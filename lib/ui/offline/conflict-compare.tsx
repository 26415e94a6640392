import { StyleSheet, useWindowDimensions, View } from 'react-native';
import { colors, radii, spacing } from '@/lib/theme';
import { Text } from '../text';
import { conflictRows, fieldLabel } from './conflict-rows';

/** The person's edit beside the server's record, field by field (side by side when there is room). */
export function ConflictCompare({ mine, server }: { mine: unknown; server: unknown }) {
  const { width } = useWindowDimensions();
  const rows = conflictRows(mine, server);
  const stacked = width < 420;
  if (rows.length === 0)
    return (
      <Text tone="muted">
        The server already has the same values as your change; either choice keeps them.
      </Text>
    );
  return (
    <View style={styles.table} testID="conflict-compare">
      {rows.map((row) => (
        <View key={row.path} style={styles.row}>
          <Text variant="label">{fieldLabel(row.path)}</Text>
          <View style={[styles.pair, stacked && styles.pairStacked]}>
            <View style={[styles.side, styles.mine]}>
              <Text variant="caption" tone="muted">
                Yours (this device)
              </Text>
              <Text testID={`conflict-mine-${row.path}`} selectable>
                {row.mine}
              </Text>
            </View>
            <View style={[styles.side, styles.server]}>
              <Text variant="caption" tone="muted">
                On the server now
              </Text>
              <Text testID={`conflict-server-${row.path}`} selectable>
                {row.server}
              </Text>
            </View>
          </View>
        </View>
      ))}
    </View>
  );
}

const styles = StyleSheet.create({
  table: { gap: spacing.md },
  row: { gap: spacing.xs },
  pair: { flexDirection: 'row', gap: spacing.sm },
  pairStacked: { flexDirection: 'column' },
  side: { flex: 1, padding: spacing.sm, borderRadius: radii.sm, borderWidth: 1, gap: spacing.xxs },
  mine: { backgroundColor: colors.infoSoft, borderColor: colors.info },
  server: { backgroundColor: colors.surfaceSunken, borderColor: colors.line },
});
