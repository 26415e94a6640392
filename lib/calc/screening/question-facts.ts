import type { ScreenQuestionId } from '@/shared/schemas/bearing-screen-answers';
import { SCREEN_SOURCES } from './sources';

/**
 * What each answer of the bearing screen means:
 * - `engineer`: the wall goes to an engineer, never "nonbearing";
 * - `bearing`: a sign that the wall carries load;
 * - `clear`: this question does not point to load.
 */
export type FindingKind = 'engineer' | 'bearing' | 'clear';

/** The screen's questions and the roof-thrust check the screen derives from the ridge and the ceiling joists. */
export type ScreenTopic = ScreenQuestionId | 'roofThrust';

export interface Finding {
  kind: FindingKind;
  text: string;
  source: string;
}

export interface QuestionFacts {
  /** Short name of the question, used in reasons. */
  title: string;
  /** What to go and look at, and where to open an inspection hole, when the answer is not seen. */
  lookAt: string;
  /** Engineer-class questions: "not sure" on them can never end in "likely bearing" or "nonbearing". */
  danger: boolean;
  /** What each known value means. */
  findings: Record<string, Finding>;
}

const C = SCREEN_SOURCES.commonPractice;
const clear = (text: string, source: string = C): Finding => ({ kind: 'clear', text, source });
const bearing = (text: string, source: string = C): Finding => ({ kind: 'bearing', text, source });
const engineer = (text: string, source: string = C): Finding => ({ kind: 'engineer', text, source });

/**
 * Every question's findings and where to look. Reference: IRC 2021 R602.10, R802.4.5, R802.5.2, R802.10
 * (see sources.ts); AWC Design Aid No. 6; common practice.
 */
export const QUESTION_FACTS: Record<ScreenQuestionId, QuestionFacts> = {
  exterior: {
    title: 'Exterior wall',
    danger: false,
    lookAt:
      'Check from outside whether this wall is on the outside line of the house (siding on its far face).',
    findings: {
      yes: bearing(
        'It is an exterior wall: exterior walls carry the roof or the edge of a floor, and are braced wall lines in most houses.',
        `${SCREEN_SOURCES.bracedWalls}; ${C}`,
      ),
      no: clear('It is an interior wall.'),
    },
  },
  above: {
    title: 'What is above the wall',
    danger: false,
    lookAt:
      'Find out what is over the wall: look from the attic hatch, or go up the stairs and find the same line on the floor above.',
    findings: {
      attic: clear('An attic (the roof framing) is above the wall.'),
      floor: clear('Another floor is above the wall.'),
    },
  },
  joistDirection: {
    title: 'Joist direction',
    danger: false,
    lookAt:
      'Look at the joists themselves: from the attic, or through a small hole in the ceiling about a foot out from the wall. Do not go by screw lines or cracks on the ceiling.',
    findings: {
      across: clear('The joists above run across the wall.'),
      parallel: clear('The joists above run parallel to the wall.'),
    },
  },
  furring: {
    title: 'Furring or strapping under the ceiling',
    danger: false,
    lookAt:
      'Take down a light fixture or a register near the wall, or cut a 4 in hole: strips (1x3 or 1x4) under the joists are furring.',
    findings: {
      yes: clear(
        'The ceiling is furred: its screw lines follow the furring strips, which run across the joists, so they show the opposite of the joist direction.',
      ),
      no: clear('No furring or strapping under the ceiling.'),
    },
  },
  joistsLand: {
    title: 'Joists landing on the wall',
    danger: false,
    lookAt:
      'In the attic over the wall (or through a hole at the top of the wall), clear the insulation off the top plate along a few joists and see whether joists end on it.',
    findings: {
      yes: bearing('Joists end (land) on this wall’s top plate: the wall carries them.'),
      no: clear('No joists end on this wall.'),
    },
  },
  joistLaps: {
    title: 'Joist laps or splices over the wall',
    danger: false,
    lookAt:
      'At the same place: look for two joists side by side overlapping on the plate, or a splice plate or block joining two joist ends over the wall.',
    findings: {
      yes: bearing('Joists are lapped or spliced over this wall: they bear on it.'),
      no: clear('No joist laps or splices over this wall.'),
    },
  },
  joistsContinuous: {
    title: 'Joists continuous over the wall',
    danger: false,
    lookAt:
      'Look along the top plate for joists passing over it unbroken, and whether they touch the plate or clear it with a gap.',
    findings: {
      yes: bearing(
        'Joists run unbroken over the wall and rest on it: they do not land on it, but they bear on it, and continuous joists put more than their half-span load on a middle support (1.25 wL for two equal spans).',
        `${SCREEN_SOURCES.continuousJoists}; ${C}`,
      ),
      no: clear('Joists crossing the wall clear its top plate.'),
    },
  },
  beamAbove: {
    title: 'Beam, girder, post or strongback above',
    danger: true,
    lookAt:
      'Along the wall line in the attic or on the floor above, look for a beam, doubled or tripled joists, a post, or a strongback (a board on edge across the joists), and where each one ends.',
    findings: {
      yes: engineer(
        'A beam, girder, post or strongback above bears on this wall: its load comes down as a point load.',
      ),
      no: clear('No beam, girder, post or strongback above bears on the wall.'),
    },
  },
  hiddenPost: {
    title: 'Post or stud pack hidden in the wall',
    danger: true,
    lookAt:
      'Open the wall where a beam or post above would come down and at both ends: take off a switch or outlet cover or cut a small hole near the top, and look for three or more studs nailed together or a solid post.',
    findings: {
      yes: engineer(
        'A post or king-stud pack is hidden in the wall: it carries a point load from above, down to a footing.',
      ),
      no: clear('No post or stud pack hidden in the wall.'),
    },
  },
  purlinBraces: {
    title: 'Purlin braces or struts',
    danger: true,
    lookAt:
      'In the attic, follow each purlin (a board under the rafters, running across them) and its braces down: see whether a brace or strut lands on this wall’s top plate.',
    findings: {
      yes: engineer(
        'Purlin braces or struts land on this wall: they bring roof load down onto it.',
        SCREEN_SOURCES.purlins,
      ),
      no: clear('No purlin braces or struts land on the wall.', SCREEN_SOURCES.purlins),
    },
  },
  wallAbove: {
    title: 'Wall stacked above',
    danger: false,
    lookAt:
      'On the floor above, measure from an outside wall to find this wall’s line: is another wall standing right over it?',
    findings: {
      yes: bearing('A wall is stacked directly above: walls over walls usually carry a line of load down.'),
      no: clear('No wall is stacked above.'),
    },
  },
  below: {
    title: 'What is below the wall',
    danger: false,
    lookAt:
      'In the basement or crawl space, measure from the same outside wall to find the line under this wall: is there a beam, girder, wall, piers or a footing?',
    findings: {
      beam: bearing('A beam or girder runs directly under the wall: the wall sits on a bearing line.'),
      wall: bearing('A wall runs directly under it: the wall sits on a bearing line.'),
      footing: bearing(
        'A footing, foundation wall or piers are directly under it: the wall sits on a bearing line.',
      ),
      slab: clear(
        'The wall stands on a slab: a thickened footing under a bearing wall cannot be seen, so the slab decides nothing either way.',
      ),
      'joists-only': clear('Only floor joists are under the wall: nothing below was built to carry it.'),
    },
  },
  ridge: {
    title: 'Ridge board or ridge beam',
    danger: false,
    lookAt:
      'At the top of the attic: a ridge board is a single 1x or 2x about as deep as the rafters’ cut ends; a ridge beam is deeper or doubled and sits on posts at its ends.',
    findings: {
      board: clear('The rafters meet a ridge board (not a beam).', SCREEN_SOURCES.rafterTies),
      beam: clear(
        'The rafters meet a ridge beam, which carries the top of the rafters.',
        SCREEN_SOURCES.rafterTies,
      ),
      none: clear('There is no ridge (trusses, a flat or a shed roof).'),
    },
  },
  ceilingJoistsTie: {
    title: 'Ceiling joists tying the rafters',
    danger: false,
    lookAt:
      'In the attic: do the ceiling joists run the same way as the rafters, nailed to them at the outside walls, and do they lap or splice over this wall?',
    findings: {
      yes: bearing(
        'Ceiling joists run parallel to the rafters and are lapped or spliced over this wall: they bear on it.',
        SCREEN_SOURCES.rafterTies,
      ),
      no: clear(
        'The ceiling joists do not run with the rafters lapped over this wall.',
        SCREEN_SOURCES.rafterTies,
      ),
    },
  },
  trusses: {
    title: 'Trusses: girder truss or interior bearing',
    danger: true,
    lookAt:
      'In the attic: look for a truss of several plies nailed or bolted together (a girder truss), hangers holding other trusses, or a truss tag or drawing that marks a bearing over this wall.',
    findings: {
      none: clear('The roof is framed with rafters, not trusses.'),
      'clear-span': clear(
        'Trusses span from outside wall to outside wall, with no girder truss and no bearing marked over this wall.',
        SCREEN_SOURCES.trusses,
      ),
      'girder-or-interior-bearing': engineer(
        'A girder truss, or trusses designed with a bearing point on this wall: their load and their design depend on it.',
        SCREEN_SOURCES.trusses,
      ),
    },
  },
  balloonFraming: {
    title: 'Balloon framing',
    danger: false,
    lookAt:
      'In the basement at the sill, or through a hole at the floor line: do the studs run past the floor, with the joists nailed to them or resting on a board let into them?',
    findings: {
      yes: bearing(
        'Balloon framing: the studs run past the floor line and the floor joists hang on them (a ribbon let into the studs), so the wall carries the floor even where no joist lands on a plate.',
      ),
      no: clear('Platform framing: the studs stop at the floor.'),
    },
  },
  bracedWall: {
    title: 'Braced wall panel or shear wall',
    danger: true,
    lookAt:
      'Look at the wall from an opening or behind an outlet cover: plywood or OSB under the finish, a diagonal board let into the studs, metal hold-downs at the ends, or plans that mark it a braced wall.',
    findings: {
      yes: engineer(
        'It is a braced wall panel or shear wall: it resists wind and earthquake racking, and cutting it takes bracing out of the house.',
        SCREEN_SOURCES.bracedWalls,
      ),
      no: clear('No structural sheathing, hold-downs or let-in brace.', SCREEN_SOURCES.bracedWalls),
    },
  },
  sag: {
    title: 'Sag or cracks above',
    danger: true,
    lookAt:
      'Hold a straightedge or a string along the ceiling across the wall; look for cracks along the wall line and over doors, and doors upstairs that stick.',
    findings: {
      yes: engineer(
        'Something above has sagged or cracked: the framing is already overloaded or moving, and that needs an engineer’s eyes.',
      ),
      no: clear('No sag or cracks above.'),
    },
  },
};

/** The roof-thrust check: the rafters meet a ridge board and ceiling joists lapped over this wall tie them. */
export const ROOF_THRUST = {
  title: 'Roof thrust',
  lookAt: QUESTION_FACTS.ridge.lookAt,
  finding: engineer(
    'Roof thrust: the rafters meet a ridge board and the ceiling joists lapped or spliced over this wall tie them; cutting those joists lets the rafters push the outside walls apart.',
    SCREEN_SOURCES.rafterTies,
  ),
  unknownText:
    'Not ruled out. It depends on whether the rafters meet a ridge board and whether the ceiling joists lapped over this wall tie them.',
} as const;
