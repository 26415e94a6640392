import { CalcInputError, ENGINE_VERSION, checkMember, prescriptiveVerdict } from '@/lib/calc';
import { memberSummary } from '@/lib/members/member-summary';
import { AppError } from '@/server/app-error';
import type { MemberCheckInput } from '@/shared/schemas/calc/member';
import type { Job } from '@/shared/schemas/jobs';
import type { MemberFields } from './members.repository';

/** Engine input errors name a field of the check input; in a member body that input sits under `input`. */
export function asFieldError(error: unknown): unknown {
  if (!(error instanceof CalcInputError)) return error;
  return new AppError('bad_request', error.message, { [`input.${error.field}`]: [error.message] });
}

/** What a member's check reads: the member as it is saved and the two job values a header's verdict takes. */
export interface MemberToEvaluate {
  label: string;
  wall: string;
  input: MemberCheckInput;
  buildingWidthFt: Job['buildingWidthFt'];
  groundSnowPsf: Job['groundSnowPsf'];
}

/** Whether two members to check are the same check (what a pooled result may stand in for). */
export const sameCheck = (a: MemberToEvaluate, b: MemberToEvaluate) =>
  a.label === b.label &&
  a.wall === b.wall &&
  a.buildingWidthFt === b.buildingWidthFt &&
  a.groundSnowPsf === b.groundSnowPsf &&
  JSON.stringify(a.input) === JSON.stringify(b.input);

/** The member to check from the job it belongs to and what is being saved. */
export const memberToEvaluate = (
  job: Job,
  label: string,
  wall: string,
  input: MemberCheckInput,
): MemberToEvaluate => ({
  label,
  wall,
  input,
  buildingWidthFt: job.buildingWidthFt,
  groundSnowPsf: job.groundSnowPsf,
});

/**
 * Runs the engine on what is being saved: the check with its diagram samples, and for a header the
 * prescriptive-path verdict on the job's building width and ground snow, summarised by the rule the device
 * also uses ({@link memberSummary}). The engine's input
 * error is thrown as it is (CalcInputError): this also runs in a worker thread of the calculation pool.
 */
export function evaluateMember(given: MemberToEvaluate): MemberFields {
  const { label, wall, buildingWidthFt, groundSnowPsf } = given;
  const input: MemberCheckInput = { ...given.input, label };
  const result = checkMember(input, { diagrams: true });
  const facts = { member: input, buildingWidthFt, groundSnowPsf };
  const prescriptive = input.kind === 'header' ? prescriptiveVerdict(facts) : null;
  return {
    kind: input.kind,
    label,
    wall,
    input,
    materialId: input.materialId,
    sizeId: input.sizeId,
    summary: memberSummary(facts, result, prescriptive),
    result,
    prescriptive,
    engineVersion: ENGINE_VERSION,
  };
}

/** {@link evaluateMember} on the event loop, the engine's input error as a 400 naming the member's field. */
export function evaluateHere(given: MemberToEvaluate): MemberFields {
  try {
    return evaluateMember(given);
  } catch (error) {
    throw asFieldError(error);
  }
}

/** {@link evaluateHere} for a member of `job`. */
export const evaluate = (job: Job, label: string, wall: string, given: MemberCheckInput): MemberFields =>
  evaluateHere(memberToEvaluate(job, label, wall, given));
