import { router } from 'expo-router';
import { useMemo, useState } from 'react';
import { StyleSheet, View } from 'react-native';
import { ApiError } from '@/lib/api/client';
import { reviseRequest } from '@/lib/api/design-requests';
import { useJob } from '@/lib/hooks/use-job';
import { spacing } from '@/lib/theme';
import type { RequestDetail } from '@/shared/schemas/requests/views';
import { Card } from '../card';
import { ErrorView } from '../error-view';
import { LoadingView } from '../loading-view';
import { Notice } from '../notice';
import { TextField } from '../text-field';
import { ComposeForm } from './compose-form';
import { draftFromCompose } from './compose-draft';
import { DraftPhotosCard } from './draft-photos-card';

/**
 * Revising a sent request: its working copy (fields, members, photos) edited and sent as the next version
 * in one step, with a note for the engineer; a Designed request reopens this way with a question. The sent
 * versions stay as they were; the engineer sees the list of what changed.
 */
export function RevisionEditor({
  request,
  onChange,
}: {
  request: RequestDetail;
  onChange: (detail: RequestDetail) => void;
}) {
  const job = useJob(request.jobId);
  const [note, setNote] = useState('');
  const [noteError, setNoteError] = useState<string[] | undefined>();
  const initial = useMemo(() => draftFromCompose(request.draft ?? undefined), [request.draft]);
  const reopening = request.actions.includes('reopen');
  const next = request.version + 1;
  if (job.error) return <ErrorView error={job.error} onRetry={() => void job.mutate()} />;
  if (!job.data) return <LoadingView />;
  return (
    <View style={styles.wrap}>
      <Notice tone="info" title={`Version ${request.version} stays as it was sent`} testID="revision-intro">
        {reopening
          ? `The engineer designed version ${request.version}. Change what you need and ask your question: it goes out as version ${next}, back in review, with the list of what changed.`
          : `Change what you need below. It goes out as version ${next}, and the engineer sees what changed from version ${request.version}, inputs and results side by side. Photos are added at once and go with version ${next}.`}
      </Notice>
      <DraftPhotosCard request={request} onChange={onChange} />
      <ComposeForm
        job={job.data}
        initial={initial}
        saveLabel={reopening ? `Reopen as version ${next}` : `Send version ${next} to the engineer`}
        beforeSave={
          <Card title={reopening ? 'Your question' : 'What changed'}>
            <TextField
              label={reopening ? 'Question for the engineer' : 'What changed, in your words'}
              hint={
                reopening
                  ? 'A Designed request reopens with a question.'
                  : 'The engineer reads it above the list of changes, like “the opening is 7 ft now”.'
              }
              value={note}
              onChangeText={setNote}
              errors={noteError}
              multiline
              testID="revision-note"
            />
          </Card>
        }
        onSave={async (body) => {
          setNoteError(undefined);
          try {
            const sent = await reviseRequest(request.id, {
              ...(reopening ? { question: note } : { note }),
              draft: body,
            });
            onChange(sent);
            router.replace({ pathname: '/requests/[requestId]', params: { requestId: request.id } });
          } catch (error) {
            if (error instanceof ApiError) setNoteError(error.fields.question ?? error.fields.note);
            throw error;
          }
        }}
      />
    </View>
  );
}

const styles = StyleSheet.create({ wrap: { gap: spacing.lg } });
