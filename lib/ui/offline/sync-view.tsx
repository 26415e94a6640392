import { useState } from 'react';
import { StyleSheet, View } from 'react-native';
import { useDeviceStatus } from '@/lib/hooks/use-device-status';
import { device } from '@/lib/offline/device';
import type { OutboxItem } from '@/lib/offline/outbox-types';
import { spacing } from '@/lib/theme';
import { Button } from '../button';
import { EmptyState } from '../empty-state';
import { Notice } from '../notice';
import { Text } from '../text';
import { OutboxItemCard } from './outbox-item-card';
import { syncSummary } from './sync-words';

function Section({ title, items, testID }: { title: string; items: OutboxItem[]; testID: string }) {
  if (items.length === 0) return null;
  return (
    <View style={styles.section} testID={testID}>
      <Text variant="heading">{title}</Text>
      {items.map((item) => (
        <OutboxItemCard key={item.seq} item={item} />
      ))}
    </View>
  );
}

/** The device's queue: conflicts and refusals that need the person, then what waits to be sent. */
export function SyncView() {
  const status = useDeviceStatus();
  const summary = syncSummary(status);
  const [sending, setSending] = useState(false);
  const by = (state: OutboxItem['status']) => status.items.filter((i) => i.status === state);
  const waiting = by('waiting');

  const sendNow = async () => {
    setSending(true);
    try {
      await device.setOnline(status.online);
    } finally {
      setSending(false);
    }
  };

  return (
    <View style={styles.wrap}>
      <Text testID="sync-summary">{summary.long}</Text>
      {!status.online ? (
        <Notice tone="warning" title="No connection">
          Keep working: every change is kept on this device and sent, in order, when the network returns.
        </Notice>
      ) : null}
      {status.online && waiting.length > 0 ? (
        <Button
          label="Send now"
          icon="sync"
          busy={sending}
          testID="sync-send-now"
          onPress={() => void sendNow()}
        />
      ) : null}
      {status.items.length === 0 ? (
        <EmptyState
          icon="check"
          title="Nothing waiting"
          body="Every change made on this device is on the server."
          testID="sync-empty"
        />
      ) : null}
      <Section title="Changed on the server too" items={by('conflict')} testID="sync-conflicts" />
      <Section title="Not accepted" items={by('failed')} testID="sync-failed" />
      <Section title="Waiting to send" items={waiting} testID="sync-waiting" />
    </View>
  );
}

const styles = StyleSheet.create({
  wrap: { gap: spacing.lg },
  section: { gap: spacing.md },
});
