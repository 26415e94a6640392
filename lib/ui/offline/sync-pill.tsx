import { Link } from 'expo-router';
import { Pressable, StyleSheet } from 'react-native';
import { useDeviceStatus } from '@/lib/hooks/use-device-status';
import { colors, iconSize, layout, radii, spacing } from '@/lib/theme';
import { Icon } from '../icon';
import { Text } from '../text';
import { syncSummary } from './sync-words';

const LOOK = {
  online: { bg: colors.successSoft, fg: colors.success, icon: 'online' },
  offline: { bg: colors.warningSoft, fg: colors.warning, icon: 'offline' },
  attention: { bg: colors.dangerSoft, fg: colors.danger, icon: 'warning' },
} as const;

/** The header's connection and queue at a glance; opens the sync page. */
export function SyncPill() {
  const status = useDeviceStatus();
  const summary = syncSummary(status);
  const look = LOOK[summary.tone];
  return (
    <Link href="/sync" asChild>
      <Pressable
        aria-label={`${summary.long} Open sync`}
        testID="sync-pill"
        style={StyleSheet.flatten([styles.pill, { backgroundColor: look.bg, borderColor: look.fg }])}
      >
        <Icon name={look.icon} size={iconSize.sm} color={look.fg} />
        <Text variant="label" style={{ color: look.fg }} numberOfLines={1} testID="sync-pill-text">
          {summary.short}
        </Text>
      </Pressable>
    </Link>
  );
}

const styles = StyleSheet.create({
  pill: {
    flexDirection: 'row',
    alignItems: 'center',
    alignSelf: 'flex-start',
    gap: spacing.xs,
    minHeight: layout.touchTarget - spacing.sm,
    paddingHorizontal: spacing.md,
    borderRadius: radii.pill,
    borderWidth: 1,
    flexShrink: 0,
  },
});
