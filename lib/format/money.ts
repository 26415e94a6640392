/**
 * Whole cents as dollars for a reader: "$12,345" rounded to the dollar, or "$12,345.67" with the cents.
 * A negative amount carries a minus sign.
 *
 * @param cents whole cents
 * @param withCents show the cents (default false: rounded to the dollar, half up)
 * @example formatDollars(1234567, true) // "$12,345.67"
 * Reference: display convention (US dollars, thousands separator).
 */
export function formatDollars(cents: number, withCents = false): string {
  const sign = cents < 0 ? '-' : '';
  const magnitude = Math.abs(cents);
  const whole = withCents ? Math.floor(magnitude / 100) : Math.floor((magnitude + 50) / 100);
  const grouped = String(whole).replace(/\B(?=(\d{3})+(?!\d))/g, ',');
  return `${sign}$${grouped}${withCents ? `.${String(magnitude % 100).padStart(2, '0')}` : ''}`;
}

● ● ● ● ● ● ●

Description of the task - Check each line in the data for the word "magnitude", then report only how many lines contain it.

Exercise output - 3